#### [TASK]
Wherever a line in the data holds the word "existing", pull that line out.

══ DATA SUPPLIED

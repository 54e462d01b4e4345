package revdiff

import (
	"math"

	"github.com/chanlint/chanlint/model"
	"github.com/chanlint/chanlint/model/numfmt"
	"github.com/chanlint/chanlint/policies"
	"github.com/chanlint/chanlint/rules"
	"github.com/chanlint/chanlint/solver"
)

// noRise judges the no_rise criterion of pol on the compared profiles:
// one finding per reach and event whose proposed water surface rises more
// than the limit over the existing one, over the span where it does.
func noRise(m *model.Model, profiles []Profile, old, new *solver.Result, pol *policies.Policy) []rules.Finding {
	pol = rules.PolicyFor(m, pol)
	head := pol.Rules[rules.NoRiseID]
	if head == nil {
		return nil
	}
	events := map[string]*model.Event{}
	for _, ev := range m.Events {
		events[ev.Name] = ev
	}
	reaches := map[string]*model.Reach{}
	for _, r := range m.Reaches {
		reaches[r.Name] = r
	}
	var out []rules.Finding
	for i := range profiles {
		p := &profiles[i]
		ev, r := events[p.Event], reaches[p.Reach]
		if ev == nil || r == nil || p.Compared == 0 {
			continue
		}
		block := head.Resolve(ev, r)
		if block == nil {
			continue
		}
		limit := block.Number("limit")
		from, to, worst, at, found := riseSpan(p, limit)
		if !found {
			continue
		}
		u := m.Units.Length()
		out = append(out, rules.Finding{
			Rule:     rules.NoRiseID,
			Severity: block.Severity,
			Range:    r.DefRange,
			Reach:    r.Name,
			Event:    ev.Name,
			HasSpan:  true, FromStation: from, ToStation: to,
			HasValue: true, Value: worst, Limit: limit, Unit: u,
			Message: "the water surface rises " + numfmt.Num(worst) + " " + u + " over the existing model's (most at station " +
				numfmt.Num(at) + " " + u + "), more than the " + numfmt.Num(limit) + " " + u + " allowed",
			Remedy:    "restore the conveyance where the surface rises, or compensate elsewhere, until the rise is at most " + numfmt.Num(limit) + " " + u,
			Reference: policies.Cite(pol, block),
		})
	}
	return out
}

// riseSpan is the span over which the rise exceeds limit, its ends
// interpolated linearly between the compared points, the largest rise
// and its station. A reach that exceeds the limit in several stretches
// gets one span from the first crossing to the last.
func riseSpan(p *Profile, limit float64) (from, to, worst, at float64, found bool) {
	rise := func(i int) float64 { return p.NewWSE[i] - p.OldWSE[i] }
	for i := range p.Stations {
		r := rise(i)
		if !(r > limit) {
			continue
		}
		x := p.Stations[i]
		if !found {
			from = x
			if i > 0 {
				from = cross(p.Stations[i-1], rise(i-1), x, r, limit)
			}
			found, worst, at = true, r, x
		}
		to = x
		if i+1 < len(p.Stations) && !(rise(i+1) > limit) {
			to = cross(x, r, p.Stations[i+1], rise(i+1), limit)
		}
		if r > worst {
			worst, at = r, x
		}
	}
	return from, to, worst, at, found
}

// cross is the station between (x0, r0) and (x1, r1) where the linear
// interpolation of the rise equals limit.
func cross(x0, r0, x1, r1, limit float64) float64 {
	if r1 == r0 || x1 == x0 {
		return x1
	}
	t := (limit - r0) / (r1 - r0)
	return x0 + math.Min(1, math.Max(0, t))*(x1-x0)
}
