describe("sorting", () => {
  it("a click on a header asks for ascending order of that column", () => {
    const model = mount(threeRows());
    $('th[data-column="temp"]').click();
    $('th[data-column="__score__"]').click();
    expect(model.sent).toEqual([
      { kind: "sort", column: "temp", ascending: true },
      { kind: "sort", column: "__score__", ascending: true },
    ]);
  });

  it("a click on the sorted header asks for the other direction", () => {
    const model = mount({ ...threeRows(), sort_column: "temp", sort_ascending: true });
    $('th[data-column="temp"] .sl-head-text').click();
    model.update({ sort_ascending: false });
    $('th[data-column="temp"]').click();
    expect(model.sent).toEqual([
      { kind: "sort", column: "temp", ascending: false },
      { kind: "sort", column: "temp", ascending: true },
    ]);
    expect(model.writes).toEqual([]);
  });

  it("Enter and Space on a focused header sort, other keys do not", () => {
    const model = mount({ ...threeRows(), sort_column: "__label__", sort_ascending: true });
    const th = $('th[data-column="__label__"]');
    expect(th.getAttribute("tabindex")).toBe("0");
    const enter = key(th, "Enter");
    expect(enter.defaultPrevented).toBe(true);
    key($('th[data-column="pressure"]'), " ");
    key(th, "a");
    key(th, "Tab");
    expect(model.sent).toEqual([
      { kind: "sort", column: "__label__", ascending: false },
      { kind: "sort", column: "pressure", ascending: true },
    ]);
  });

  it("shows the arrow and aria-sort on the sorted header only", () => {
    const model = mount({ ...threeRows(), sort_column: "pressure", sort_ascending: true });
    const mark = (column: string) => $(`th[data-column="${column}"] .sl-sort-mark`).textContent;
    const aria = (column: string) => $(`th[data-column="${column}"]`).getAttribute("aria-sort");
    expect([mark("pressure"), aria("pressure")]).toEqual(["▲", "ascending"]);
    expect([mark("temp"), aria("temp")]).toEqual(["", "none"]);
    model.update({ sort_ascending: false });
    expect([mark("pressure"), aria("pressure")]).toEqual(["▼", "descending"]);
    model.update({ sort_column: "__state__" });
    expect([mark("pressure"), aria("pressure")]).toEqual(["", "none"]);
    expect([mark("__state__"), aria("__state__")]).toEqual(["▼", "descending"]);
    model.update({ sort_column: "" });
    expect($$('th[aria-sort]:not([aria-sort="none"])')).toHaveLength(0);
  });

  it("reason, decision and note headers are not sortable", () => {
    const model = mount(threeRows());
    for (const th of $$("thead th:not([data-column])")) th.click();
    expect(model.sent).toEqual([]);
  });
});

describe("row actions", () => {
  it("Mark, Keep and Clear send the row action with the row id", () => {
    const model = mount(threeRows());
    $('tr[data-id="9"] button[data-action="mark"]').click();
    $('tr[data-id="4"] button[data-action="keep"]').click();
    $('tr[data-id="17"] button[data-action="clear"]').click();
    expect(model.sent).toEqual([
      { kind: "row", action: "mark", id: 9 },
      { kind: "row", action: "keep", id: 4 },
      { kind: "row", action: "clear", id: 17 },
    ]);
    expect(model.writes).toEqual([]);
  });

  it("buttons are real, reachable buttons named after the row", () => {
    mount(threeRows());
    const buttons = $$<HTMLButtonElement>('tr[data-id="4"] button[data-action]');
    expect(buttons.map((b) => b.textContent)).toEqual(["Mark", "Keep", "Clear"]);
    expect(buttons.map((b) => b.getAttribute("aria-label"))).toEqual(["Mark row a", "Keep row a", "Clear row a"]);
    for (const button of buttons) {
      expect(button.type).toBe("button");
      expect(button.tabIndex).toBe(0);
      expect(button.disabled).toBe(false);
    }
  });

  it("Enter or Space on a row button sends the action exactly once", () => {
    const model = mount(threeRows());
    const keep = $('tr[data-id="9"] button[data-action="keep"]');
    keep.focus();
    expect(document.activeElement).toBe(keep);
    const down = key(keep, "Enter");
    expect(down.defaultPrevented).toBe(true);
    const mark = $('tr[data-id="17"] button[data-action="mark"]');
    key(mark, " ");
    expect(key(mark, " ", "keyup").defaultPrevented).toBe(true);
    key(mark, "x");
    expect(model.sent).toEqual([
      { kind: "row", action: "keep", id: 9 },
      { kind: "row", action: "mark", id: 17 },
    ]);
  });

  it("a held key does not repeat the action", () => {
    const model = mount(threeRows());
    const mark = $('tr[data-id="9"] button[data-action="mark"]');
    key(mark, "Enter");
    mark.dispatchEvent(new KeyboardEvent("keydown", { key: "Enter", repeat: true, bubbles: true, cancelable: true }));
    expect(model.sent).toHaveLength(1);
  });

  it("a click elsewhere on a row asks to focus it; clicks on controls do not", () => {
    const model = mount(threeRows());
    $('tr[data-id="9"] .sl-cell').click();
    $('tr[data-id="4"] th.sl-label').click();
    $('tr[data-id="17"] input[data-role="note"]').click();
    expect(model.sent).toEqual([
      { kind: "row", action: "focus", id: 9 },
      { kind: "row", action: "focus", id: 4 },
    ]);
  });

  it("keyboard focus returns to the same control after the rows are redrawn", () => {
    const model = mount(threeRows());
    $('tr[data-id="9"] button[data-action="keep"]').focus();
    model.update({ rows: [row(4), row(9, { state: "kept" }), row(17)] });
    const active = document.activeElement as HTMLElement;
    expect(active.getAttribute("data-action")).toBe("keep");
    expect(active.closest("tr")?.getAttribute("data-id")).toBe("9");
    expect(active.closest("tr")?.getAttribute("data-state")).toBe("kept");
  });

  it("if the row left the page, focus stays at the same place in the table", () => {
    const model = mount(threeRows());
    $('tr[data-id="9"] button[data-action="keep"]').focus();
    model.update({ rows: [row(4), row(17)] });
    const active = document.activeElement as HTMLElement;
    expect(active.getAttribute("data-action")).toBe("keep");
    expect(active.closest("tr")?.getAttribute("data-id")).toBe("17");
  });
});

════

#### [RESPONSE]
// than the limit over the existing one, over the span where it does.
			Message: "the water surface rises " + numfmt.Num(worst) + " " + u + " over the existing model's (most at station " +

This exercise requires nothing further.